[Collected data entries]
:::
package diaphragm

import (
	"bytes"
	"compress/flate"
	"encoding/base64"
	"encoding/binary"
	"errors"
	"hash/crc32"
	"io"
	"strconv"
	"strings"
)

// A link fragment is
//
//	h=1.<base64url without padding>
//
// where 1 is the version of the link and the bytes are
//
//	CRC-32C of the deflated data    4 bytes, big-endian
//	length of the deflated data     unsigned varint
//	deflated data                   JSON of the parcel, RFC 1951
//
// The deflate window starts with the dictionary of that version, so that the
// names of the members cost next to nothing.
const (
	linkKey     = "h="
	linkVersion = 1
)

// MostLink is the largest number of characters that a whole link should have.
// Some mail and chat programs cut longer ones.
const MostLink = 2000

// Limits of what is read: no honest link comes near.
const (
	mostLinkCharacters = 64 << 10
	mostLinkBytes      = 256 << 10 // after inflation
)

const askAgain = " Ask for it again, or ask for the file instead."

// EncodeLink writes a parcel as the fragment of a link, the text after "#".
// The document is exact to the last bit; figures and peaks are rounded to 9
// significant digits. The error is a *Refusal.
func EncodeLink(p Parcel) (fragment string, err error) {
	const what = "The link"
	body, err := encodeBody(roundParcel(p), parcelFile{}, what)
	if err != nil {
		return "", err
	}
	var packed bytes.Buffer
	packer, err := flate.NewWriterDict(&packed, flate.BestCompression, []byte(linkDictionary1))
	if err != nil {
		return "", err
	}
	if _, err := packer.Write(body); err != nil {
		return "", err
	}
	if err := packer.Close(); err != nil {
		return "", err
	}
	data := binary.BigEndian.AppendUint32(nil, checksum(packed.Bytes()))
	data = binary.AppendUvarint(data, uint64(packed.Len()))
	data = append(data, packed.Bytes()...)
	fragment = linkKey + strconv.Itoa(linkVersion) + "." + base64.RawURLEncoding.EncodeToString(data)
	if len(body) > mostLinkBytes || len(fragment) > mostLinkCharacters {
		return "", refuse("link", CodeTooLarge, "The specification is far too long for a link. Hand over the file instead.")
	}
	return fragment, nil
}

// DecodeLink reads the fragment of a link. It accepts a whole link as well,
// and white space and closing punctuation that mail programs add. The error is
// a *Refusal that says whether the link is cut short, altered, or made by a
// newer version.
func DecodeLink(fragment string) (Parcel, error) {
	const what = "The link"
	data, err := unwrapLink(fragment)
	if err != nil {
		return Parcel{}, err
	}
	unpacker := flate.NewReaderDict(bytes.NewReader(data), []byte(linkDictionary1))
	body, err := io.ReadAll(io.LimitReader(unpacker, mostLinkBytes+1))
	if len(body) > mostLinkBytes {
		return Parcel{}, refuse("link", CodeTooLarge, "The link unfolds to more than "+strconv.Itoa(mostLinkBytes)+" bytes; no hand-over does.")
	}
	if err != nil {
		return Parcel{}, refuse("link", CodeAltered, "The link has been altered and cannot be unfolded."+askAgain)
	}
	return decodeBody(body, what)
}

// unwrapLink takes the deflated data out of a fragment and checks that all of
// it is there, unaltered.
func unwrapLink(fragment string) ([]byte, error) {
	if len(fragment) > mostLinkCharacters {
		return nil, refuse("link", CodeTooLarge, "The link has "+strconv.Itoa(len(fragment))+" characters; no hand-over link is longer than "+strconv.Itoa(mostLinkCharacters)+".")
	}
	text, err := linkText(fragment)
	if err != nil {
		return nil, err
	}
	data, bad := decodeBase64(text)
	if bad >= 0 {
		return nil, refuse("link", CodeAltered, "The link has been altered: it holds "+strconv.QuoteToGraphic(string(firstRune(text[bad:])))+", which no hand-over link contains."+askAgain)
	}
	length, width := uint64(0), 0
	if len(data) > 4 {
		length, width = binary.Uvarint(data[4:])
	}
	if width == 0 { // the bytes end before the length does
		return nil, refuse("link", CodeCutShort, "The link is cut short: only its first few characters arrived."+askAgain)
	}
	if width < 0 || length > mostLinkCharacters {
		return nil, refuse("link", CodeAltered, "The link has been altered."+askAgain)
	}
	packed := data[4+width:]
	if have := uint64(len(packed)); have < length {
		whole := len(linkKey) + 2 + base64.RawURLEncoding.EncodedLen(4+width+int(length))
		missing := base64.RawURLEncoding.EncodedLen(4+width+int(length)) - len(text)
		return nil, refuse("link", CodeCutShort, "The link is cut short: "+strconv.Itoa(whole-missing)+" of the "+strconv.Itoa(whole)+
			" characters after # arrived."+askAgain)
	}
	if uint64(len(packed)) > length || checksum(packed) != binary.BigEndian.Uint32(data) {
		return nil, refuse("link", CodeAltered, "The link has been altered on its way: its content does not fit its checksum."+askAgain)
	}
	return packed, nil
}

// linkText finds the base64 text of a fragment of version 1.
func linkText(fragment string) (string, error) {
	// A whole link may have been pasted, broken over lines, with the full stop
	// of its sentence; "%3D" is how some mail programs write "=".
	text := strings.Join(strings.Fields(fragment), "")
	if i := strings.LastIndexByte(text, '#'); i >= 0 {
		text = text[i+1:]
	}
	text, _, _ = strings.Cut(text, "&")
	text = strings.TrimRight(text, ".,;:!?)>]}'\"")
	rest, ok := strings.CutPrefix(text, linkKey)
	if !ok {
		rest, ok = strings.CutPrefix(text, "h%3D")
	}
	if !ok {
		return "", refuse("link", CodeUnreadable, "This is not a hand-over link: after # it should begin with \""+linkKey+"\".")
	}
	number, body, dot := strings.Cut(rest, ".")
	version, err := strconv.Atoi(number)
	switch {
	case errors.Is(err, strconv.ErrRange) || err == nil && version > linkVersion:
		return "", refuse("link", CodeNewer, "The link was made by a newer version of Hoopsheet (link version "+number[:min(len(number), 20)]+
			"; this one reads up to "+strconv.Itoa(linkVersion)+"). Reload the page while online, or ask for the file.")
	case number == "" || err == nil && !dot:
		return "", refuse("link", CodeCutShort, "The link is cut short: only its first few characters arrived."+askAgain)
	case err != nil || version < 1:
		return "", refuse("link", CodeAltered, "The link has been altered: it does not say which version it is."+askAgain)
	}
	return body, nil
}

// decodeBase64 decodes as much as there is of a text that may be cut off
// anywhere. bad is the index of the first foreign character, or -1.
func decodeBase64(text string) (data []byte, bad int) {
	whole := text
	if len(whole)%4 == 1 { // one character alone holds no byte
		whole = whole[:len(whole)-1]
	}
	data, err := base64.RawURLEncoding.DecodeString(whole)
	if err != nil {
		var at base64.CorruptInputError
		if errors.As(err, &at) && int(at) < len(text) {
			return nil, int(at)
		}
		return nil, 0
	}
	return data, -1
}

func firstRune(text string) rune {
	for _, r := range text {
		return r
	}
	return ' '
}

var castagnoli = crc32.MakeTable(crc32.Castagnoli)

// checksum is CRC-32C.
func checksum(data []byte) uint32 { return crc32.Checksum(data, castagnoli) }

// LinkDigits is the number of significant digits that figures and peaks keep
// in a link.
const LinkDigits = 9

func roundParcel(p Parcel) Parcel {
	figures := make([]Figure, len(p.Figures))
	for i, f := range p.Figures {
		figures[i] = Figure{ID: f.ID, Value: RoundForLink(f.Value)}
	}
	peaks := make([]ChosenPeak, len(p.Peaks))
	for i, k := range p.Peaks {
		k.Frequency, k.Uncertainty = RoundForLink(k.Frequency), RoundForLink(k.Uncertainty)
		peaks[i] = k
	}
	p.Figures, p.Peaks = figures, peaks
	return p
}

// RoundForLink rounds to LinkDigits significant digits, as figures and peaks
// are in a link: relative error at most 5e-9. Numbers that are not finite stay
// as they are.
func RoundForLink(x float64) float64 {
	rounded, err := strconv.ParseFloat(strconv.FormatFloat(x, 'e', LinkDigits-1, 64), 64)
	if err != nil { // the largest number of all would round up beyond the range
		return x
	}
	return rounded
}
:::
> **What is being asked**: The records above are to be given again in full, exactly.

> **Solution to the problem**:
package diaphragm

import (
	"bytes"
	"compress/flate"
	"encoding/base64"
	"encoding/binary"
	"errors"
	"hash/crc32"
	"io"
	"strconv"
	"strings"
)

// A link fragment is
//
//	h=1.<base64url without padding>
//
// where 1 is the version of the link and the bytes are
//
//	CRC-32C of the deflated data    4 bytes, big-endian
//	length of the deflated data     unsigned varint
//	deflated data                   JSON of the parcel, RFC 1951
//
// The deflate window starts with the dictionary of that version, so that the
// names of the members cost next to nothing.
const (
	linkKey     = "h="
	linkVersion = 1
)

// MostLink is the largest number of characters that a whole link should have.
// Some mail and chat programs cut longer ones.
const MostLink = 2000

// Limits of what is read: no honest link comes near.
const (
	mostLinkCharacters = 64 << 10
	mostLinkBytes      = 256 << 10 // after inflation
)

const askAgain = " Ask for it again, or ask for the file instead."

// EncodeLink writes a parcel as the fragment of a link, the text after "#".
// The document is exact to the last bit; figures and peaks are rounded to 9
// significant digits. The error is a *Refusal.
func EncodeLink(p Parcel) (fragment string, err error) {
	const what = "The link"
	body, err := encodeBody(roundParcel(p), parcelFile{}, what)
	if err != nil {
		return "", err
	}
	var packed bytes.Buffer
	packer, err := flate.NewWriterDict(&packed, flate.BestCompression, []byte(linkDictionary1))
	if err != nil {
		return "", err
	}
	if _, err := packer.Write(body); err != nil {
		return "", err
	}
	if err := packer.Close(); err != nil {
		return "", err
	}
	data := binary.BigEndian.AppendUint32(nil, checksum(packed.Bytes()))
	data = binary.AppendUvarint(data, uint64(packed.Len()))
	data = append(data, packed.Bytes()...)
	fragment = linkKey + strconv.Itoa(linkVersion) + "." + base64.RawURLEncoding.EncodeToString(data)
	if len(body) > mostLinkBytes || len(fragment) > mostLinkCharacters {
		return "", refuse("link", CodeTooLarge, "The specification is far too long for a link. Hand over the file instead.")
	}
	return fragment, nil
}

// DecodeLink reads the fragment of a link. It accepts a whole link as well,
// and white space and closing punctuation that mail programs add. The error is
// a *Refusal that says whether the link is cut short, altered, or made by a
// newer version.
func DecodeLink(fragment string) (Parcel, error) {
	const what = "The link"
	data, err := unwrapLink(fragment)
	if err != nil {
		return Parcel{}, err
	}
	unpacker := flate.NewReaderDict(bytes.NewReader(data), []byte(linkDictionary1))
	body, err := io.ReadAll(io.LimitReader(unpacker, mostLinkBytes+1))
	if len(body) > mostLinkBytes {
		return Parcel{}, refuse("link", CodeTooLarge, "The link unfolds to more than "+strconv.Itoa(mostLinkBytes)+" bytes; no hand-over does.")
	}
	if err != nil {
		return Parcel{}, refuse("link", CodeAltered, "The link has been altered and cannot be unfolded."+askAgain)
	}
	return decodeBody(body, what)
}

// unwrapLink takes the deflated data out of a fragment and checks that all of
// it is there, unaltered.
func unwrapLink(fragment string) ([]byte, error) {
	if len(fragment) > mostLinkCharacters {
		return nil, refuse("link", CodeTooLarge, "The link has "+strconv.Itoa(len(fragment))+" characters; no hand-over link is longer than "+strconv.Itoa(mostLinkCharacters)+".")
	}
	text, err := linkText(fragment)
	if err != nil {
		return nil, err
	}
	data, bad := decodeBase64(text)
	if bad >= 0 {
		return nil, refuse("link", CodeAltered, "The link has been altered: it holds "+strconv.QuoteToGraphic(string(firstRune(text[bad:])))+", which no hand-over link contains."+askAgain)
	}
	length, width := uint64(0), 0
	if len(data) > 4 {
		length, width = binary.Uvarint(data[4:])
	}
	if width == 0 { // the bytes end before the length does
		return nil, refuse("link", CodeCutShort, "The link is cut short: only its first few characters arrived."+askAgain)
	}
	if width < 0 || length > mostLinkCharacters {
		return nil, refuse("link", CodeAltered, "The link has been altered."+askAgain)
	}
	packed := data[4+width:]
	if have := uint64(len(packed)); have < length {
		whole := len(linkKey) + 2 + base64.RawURLEncoding.EncodedLen(4+width+int(length))
		missing := base64.RawURLEncoding.EncodedLen(4+width+int(length)) - len(text)
		return nil, refuse("link", CodeCutShort, "The link is cut short: "+strconv.Itoa(whole-missing)+" of the "+strconv.Itoa(whole)+
			" characters after # arrived."+askAgain)
	}
	if uint64(len(packed)) > length || checksum(packed) != binary.BigEndian.Uint32(data) {
		return nil, refuse("link", CodeAltered, "The link has been altered on its way: its content does not fit its checksum."+askAgain)
	}
	return packed, nil
}

// linkText finds the base64 text of a fragment of version 1.
func linkText(fragment string) (string, error) {
	// A whole link may have been pasted, broken over lines, with the full stop
	// of its sentence; "%3D" is how some mail programs write "=".
	text := strings.Join(strings.Fields(fragment), "")
	if i := strings.LastIndexByte(text, '#'); i >= 0 {
		text = text[i+1:]
	}
	text, _, _ = strings.Cut(text, "&")
	text = strings.TrimRight(text, ".,;:!?)>]}'\"")
	rest, ok := strings.CutPrefix(text, linkKey)
	if !ok {
		rest, ok = strings.CutPrefix(text, "h%3D")
	}
	if !ok {
		return "", refuse("link", CodeUnreadable, "This is not a hand-over link: after # it should begin with \""+linkKey+"\".")
	}
	number, body, dot := strings.Cut(rest, ".")
	version, err := strconv.Atoi(number)
	switch {
	case errors.Is(err, strconv.ErrRange) || err == nil && version > linkVersion:
		return "", refuse("link", CodeNewer, "The link was made by a newer version of Hoopsheet (link version "+number[:min(len(number), 20)]+
			"; this one reads up to "+strconv.Itoa(linkVersion)+"). Reload the page while online, or ask for the file.")
	case number == "" || err == nil && !dot:
		return "", refuse("link", CodeCutShort, "The link is cut short: only its first few characters arrived."+askAgain)
	case err != nil || version < 1:
		return "", refuse("link", CodeAltered, "The link has been altered: it does not say which version it is."+askAgain)
	}
	return body, nil
}

// decodeBase64 decodes as much as there is of a text that may be cut off
// anywhere. bad is the index of the first foreign character, or -1.
func decodeBase64(text string) (data []byte, bad int) {
	whole := text
	if len(whole)%4 == 1 { // one character alone holds no byte
		whole = whole[:len(whole)-1]
	}
	data, err := base64.RawURLEncoding.DecodeString(whole)
	if err != nil {
		var at base64.CorruptInputError
		if errors.As(err, &at) && int(at) < len(text) {
			return nil, int(at)
		}
		return nil, 0
	}
	return data, -1
}

func firstRune(text string) rune {
	for _, r := range text {
		return r
	}
	return ' '
}

var castagnoli = crc32.MakeTable(crc32.Castagnoli)

// checksum is CRC-32C.
func checksum(data []byte) uint32 { return crc32.Checksum(data, castagnoli) }

// LinkDigits is the number of significant digits that figures and peaks keep
// in a link.
const LinkDigits = 9

func roundParcel(p Parcel) Parcel {
	figures := make([]Figure, len(p.Figures))
	for i, f := range p.Figures {
		figures[i] = Figure{ID: f.ID, Value: RoundForLink(f.Value)}
	}
	peaks := make([]ChosenPeak, len(p.Peaks))
	for i, k := range p.Peaks {
		k.Frequency, k.Uncertainty = RoundForLink(k.Frequency), RoundForLink(k.Uncertainty)
		peaks[i] = k
	}
	p.Figures, p.Peaks = figures, peaks
	return p
}

// RoundForLink rounds to LinkDigits significant digits, as figures and peaks
// are in a link: relative error at most 5e-9. Numbers that are not finite stay
// as they are.
func RoundForLink(x float64) float64 {
	rounded, err := strconv.ParseFloat(strconv.FormatFloat(x, 'e', LinkDigits-1, 64), 64)
	if err != nil { // the largest number of all would round up beyond the range
		return x
	}
	return rounded
}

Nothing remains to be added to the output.